In Cambodia, the top anti-drug police official in Phnom Penh was sentenced to 12 years in prison for hoarding a supply of illegal drugs and for receiving bribes to let convicted drug offenders skip out of jail.

Not to be out done, Cambodia’s Ministry of Social Affairs, Veterans and Youth Rehabilitation has been told to repay an estimated US$5.5 million it paid to “ghost officials” and used in “irregular expenses”.

Officials were found to have stolen money from the pensions of dead and retired civil servants, but no arrests were to be made at the time, Cambodian Premier Hun Sen said.

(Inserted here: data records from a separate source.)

def _bounds(ex: Extraction, attr: str) -> tuple[np.ndarray, np.ndarray, np.ndarray, str, str] | None:
    """Measured value and its error bounds per point for one kind of limit, or None."""
    e = ex.validity.relative_error
    if attr in ("target_r", "target_z") and ex.curve is not None:
        z = ex.curve.z
        value = z.real if attr == "target_r" else np.abs(z)
        spread = e * np.abs(z)  # |δZ| ≤ e·|Z| bounds both R and |Z|
        return value, value - spread, value + spread, ("R" if attr == "target_r" else "|Z|"), "Ω"
    if attr == "target_cmrr_db" and ex.balance is not None:
        value = ex.balance.cmrr_db
        # CMRR = 20·log10|Sds21/Scs21|; a relative error e of |Scs21| moves it by −20·log10(1 ± e).
        with np.errstate(divide="ignore", invalid="ignore"):
            lo = value - 20.0 * np.log10(1.0 + e)
            hi = np.where(e < 1.0, value - 20.0 * np.log10(np.clip(1.0 - e, 1e-300, None)), np.inf)
        return value, lo, hi, "CMRR", "dB"
    return None


def _unresolved_verdicts(ex: Extraction, limits: Limits, f: np.ndarray, unresolved: np.ndarray) -> list[str]:
    """Judge points the method cannot resolve by their error bounds, not by their reading.

    Such a point proves the target when even its lower bound meets it, disproves it when even
    its upper bound misses it, and otherwise leaves the unit unproven: QA passes on evidence.
    Points that break passivity or lie outside the fixture data have no usable bound.
    """
    v = ex.validity
    no_bound = v.not_passive | v.no_fixture_data
    fails = []
    for attr in ("target_r", "target_z", "target_cmrr_db"):
        target = getattr(limits, attr)
        b = _bounds(ex, attr) if target is not None else None
        if b is None:
            continue
        value, lo, hi, what, unit = b
        with np.errstate(invalid="ignore"):
            below = unresolved & ~no_bound & (hi < target)
            unproven = unresolved & ~below & ~(~no_bound & (lo >= target))
        if below.any():
            i = int(np.flatnonzero(below)[np.argmin(value[below])])
            fails.append(f"{what} below the target at {int(below.sum())} in-band point(s) even allowing for their "
                         f"error (e.g. {value[i]:.4g} {unit} at {format_quantity(f[i], 'Hz')})")
        if unproven.any():
            i = int(np.flatnonzero(unproven)[0])
            fails.append(f"inconclusive: {int(unproven.sum())} in-band point(s) cannot be resolved well enough to "
                         f"prove {what} ≥ {target:.4g} {unit} (e.g. {value[i]:.4g} {unit} at "
                         f"{format_quantity(f[i], 'Hz')}); remeasure them with a method or instrument setting that can")
    return fails


def model_error(ex: Extraction, model_z, band: Band | None = None) -> dict:
    """How far the measurement is from a model over the band (valid points only).

    Parameters
    ----------
    ex : Extraction
        A measurement with an impedance curve.
    model_z : array_like of complex
        Model impedance at ``ex.frequency_hz`` [Ω].
    band : Band, optional
        Where to compare; the whole sweep when None.

    Returns
    -------
    dict
        ``points_compared``; ``impedance_error_pct`` summary (median and worst of
        100·(|Zmeas| − |Zmodel|)/|Zmodel|, with the worst point's frequency); the median and
        worst complex error 100·|Zmeas − Zmodel|/|Zmodel|; the model's ``resistance_ohm``,
        ``reactance_ohm`` and ``impedance_ohm`` at every measured frequency.
    """
    if ex.curve is None:
        raise MeasurementError(f"{ex.source}: a comparison with a model needs an impedance (series, shunt, reflect or a 4-port)")
    zm = np.asarray(model_z, dtype=complex)
    f = ex.frequency_hz
    sel = ex.valid & (band.contains(f) if band is not None else True) & np.isfinite(zm)
    z = ex.curve.z
    with np.errstate(divide="ignore", invalid="ignore"):
        mag_err = 100.0 * (np.abs(z) - np.abs(zm)) / np.abs(zm)
        cplx_err = 100.0 * np.abs(z - zm) / np.abs(zm)
    out = {"points_compared": int(sel.sum()), "resistance_ohm": zm.real, "reactance_ohm": zm.imag,
           "impedance_ohm": np.abs(zm)}
    if sel.any():
        e = mag_err[sel]
        i = int(np.argmax(np.abs(e)))
        out.update(
            impedance_error_median_pct=float(np.median(e)),
            impedance_error_worst_pct=float(e[i]),
            impedance_error_worst_hz=float(f[sel][i]),
            complex_error_median_pct=float(np.median(cplx_err[sel])),
            complex_error_worst_pct=float(np.max(cplx_err[sel])),
        )
    return out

Just across the border in Thailand, however, in a public opinion poll 65.3 percent of respondents wanted former prime minister Thaksin Shinawatra to have no involvement in the Cabinet formation because his opponents could stage political turmoil or a coup.

Another reason might also be that during Thaksin’ s previous term six-year term of office, “crony capitalism” was widespread, causing a flowering of corruption starting with the prime minister, himself.

In Thai government, top ministerial appoints are highly coveted as their budgets can be used to siphon funds into private pockets. It’s a worldwide issue, but it seems particularly difficult to combat in Asean.

Cambodia’s initiatives provide ample evidence that effective steps can be taken and the poll of Thai citizens shows there is concern over what personalities will take up ministerial positions.

The results of the recent poll are likely to have little influence on what actually occurs in selecting a new Thai Cabinet, however.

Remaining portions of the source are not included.